A tattered Tunisian flag waves fiercely at the bow of Najt and Farjant's boat, giving the scene a warlike air, as if all these vessels moving in unison were not going fishing but waging a final battle for traditional fishing. After a while, Farjant pours a stream of olive oil onto a plate and dips a piece of "gallete" or fisherman's bread, a dry flour cake that stays fresh for days. They need to gather strength for the battle. Hours later, under the midday sun and with their hands still wet from pulling in the nets, Najt warns that the war is being lost: "Look at the nets, almost empty! We used to put out half the net and catch double the fish. We catch fewer and fewer fish now because of the trawlers, which destroy the seabed and break our nets. It's a disaster. We have to be thankful we're still alive."

Kerkennah, the birthplace of "charfiya," a centuries-old fishing technique that uses palm leaves to trap fish, considered Intangible Cultural Heritage by UNESCO, has always been a paradise for fishing. Located in the heart of Cape Bon, a breeding ground for Mediterranean species and a green lung of the sea because it hosts the largest Posidonia meadow in the Mediterranean, the Tunisian archipelago is the crown jewel of the country's fishing industry, employing 54,000 fishermen and generating 46,000 indirect jobs. But if all of Tunisia is perched on the Mediterranean (85% of the population lives on the coast), talking about Kerkennah is talking about fishing: 43% of the archipelago's workers are engaged in the fishing sector, almost triple the national percentage. But in recent years, talking about Kerkennah is also talking about a point of no return for the sea.

men standing on a boat
Fishermen working on a boat at the dock, Tunisia, June 2023 / Credit: Xavier Aldekoa.

The proliferation of trawl fishing boats throughout the region, an aggressive technique that deploys weighted nets and devastates habitats, organisms, and Posidonia meadows in its path, threatens the survival of the ecosystem.

Despite being banned for nearly thirty years by Tunisian law No. 94-13 in waters less than 50 meters deep, this fishing method, locally known as "kiss" (meaning "bag" in Arabic, referring to the shape of the net when dragged), has multiplied due to the indifference of Tunisian authorities.

While taking a cigarette break in the port of Karen, fisherman and mechanic Neji Cheik, with over 37 years in the profession, senses the reasons behind the growth: at the core and in the wallet. "It's a matter of disrespect for nature, and money. Traditional fishing respects breeding seasons, the size of the fish, and other species like turtles, octopuses, dolphins, or Posidonia, but trawl fishing destroys everything. It's a business! It makes ten times more money than other more environmentally friendly methods.

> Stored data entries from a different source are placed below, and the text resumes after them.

def collapse_repeats(cfg: Config) -> CollapsedRows:
    """One row per distinct (query, candidate) of the export (interactions.count_repeats): weight = its rows
    (or summed quantity_column), time = its latest. With group_column, the orders holding one pair and the
    pairs of one order are joined into one unit (connected components), so no order and no pair spans
    two sides of the split."""
    ic: InteractionsSection = cfg.interactions
    columns = {"q": ic.query_column, "i": ic.candidate_column}
    for name, column in (("t", ic.time_column), ("g", ic.group_column), ("w", ic.quantity_column)):
        if column:
            columns[name] = column
    amount = "sum(w)" if "w" in columns else "count(*)"
    latest = ", max(t) AS t" if "t" in columns else ""
    by = "q, i, g" if "g" in columns else "q, i"
    with deriving(cfg, "counting repeated rows", 1, "counting repeated rows") as (con, steps):
        source = Source(con, ic.path, columns)
        con.execute(f"CREATE TEMP TABLE rows AS SELECT {by}, {amount}::DOUBLE AS w{latest} FROM src GROUP BY {by}")
        q_ids = _distinct_codes(con, "rows", "q", ic.path, ic.query_column)
        c_ids = _distinct_codes(con, "rows", "i", ic.path, ic.candidate_column)
        group = ", gc.code AS g" if "g" in columns else ""
        join_g = " JOIN (SELECT g, row_number() OVER (ORDER BY g) - 1 AS code FROM (SELECT DISTINCT g FROM rows)) gc " \
                 "ON gc.g = r.g" if "g" in columns else ""
        out = _fetch_sorted(con, f"""SELECT qc.code AS q, cc.code AS c, r.w{', r.t' if latest else ''}{group}
                                     FROM rows r JOIN rows_q_codes qc ON qc.v = r.q
                                     JOIN rows_i_codes cc ON cc.v = r.i{join_g}""", ("q", "c", "g") if group else ("q", "c"))
        n_rows = con.execute("SELECT count(*) FROM src").fetchall()[0][0]
        steps.done(f"{n_rows:,} rows read")
    q, c, w = out["q"].astype(np.int64), out["c"].astype(np.int64), out["w"].astype(np.float64)
    t = None
    if latest:
        t = out["t"].astype(np.float64)
        t = t.astype(np.int64) if source.time_numeric else t.astype(np.int64) * 1000  # microseconds to ns
    unit = None
    if "g" in columns:  # rows are (pair, order) here, sorted by pair: collapse them after joining units
        starts = np.r_[True, (q[1:] != q[:-1]) | (c[1:] != c[:-1])]
        pair, pair_of_row = np.flatnonzero(starts), np.cumsum(starts) - 1
        component = connected_units(pair_of_row, out["g"].astype(np.int64))
        w = np.bincount(pair_of_row, weights=w)
        if t is not None:
            t = np.maximum.reduceat(t, pair)
        unit, q, c = component[pair], q[pair], c[pair]
    notes = [f"count_repeats: {n_rows:,} rows of {ic.path} became {len(q):,} rows, one per distinct pair, "
             "weighted by " + ("summed quantity" if "w" in columns else "their number")]
    if unit is not None:
        notes.append(f"count_repeats: {len(np.unique(out['g'])):,} orders joined into {int(unit.max(initial=-1)) + 1:,} "
                     "split units (orders sharing a repeated pair stay on one side)")
    return CollapsedRows(q, q_ids, c, c_ids, w, t, unit, notes)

Ten times!" According to a study by the German NGO Fishact this year, there are currently 576 trawl fishing boats in Tunisia, the vast majority in the area between Sfax and Kerkennah, a 38.5% increase in just four years.

a fisherman with fishes
Fisherman showing a few fishes in caught,Tunisia, June 2023 / Credit: Xavier Aldekoa.

The numbers don't add up for the sea or those who defend it. For Ahmed Soussi, a Tunisian activist and president of the Kraten Development Association, the actual number of trawl fishing boats is higher because many are not registered or licensed. Soussi believes that the real willingness of the rulers to end abusive fishing practices is crucial for the survival of the Mediterranean. And time is running out. "In two or three years, we will be talking about Kerkennah as a deserted island, as a paradise only good for swimming."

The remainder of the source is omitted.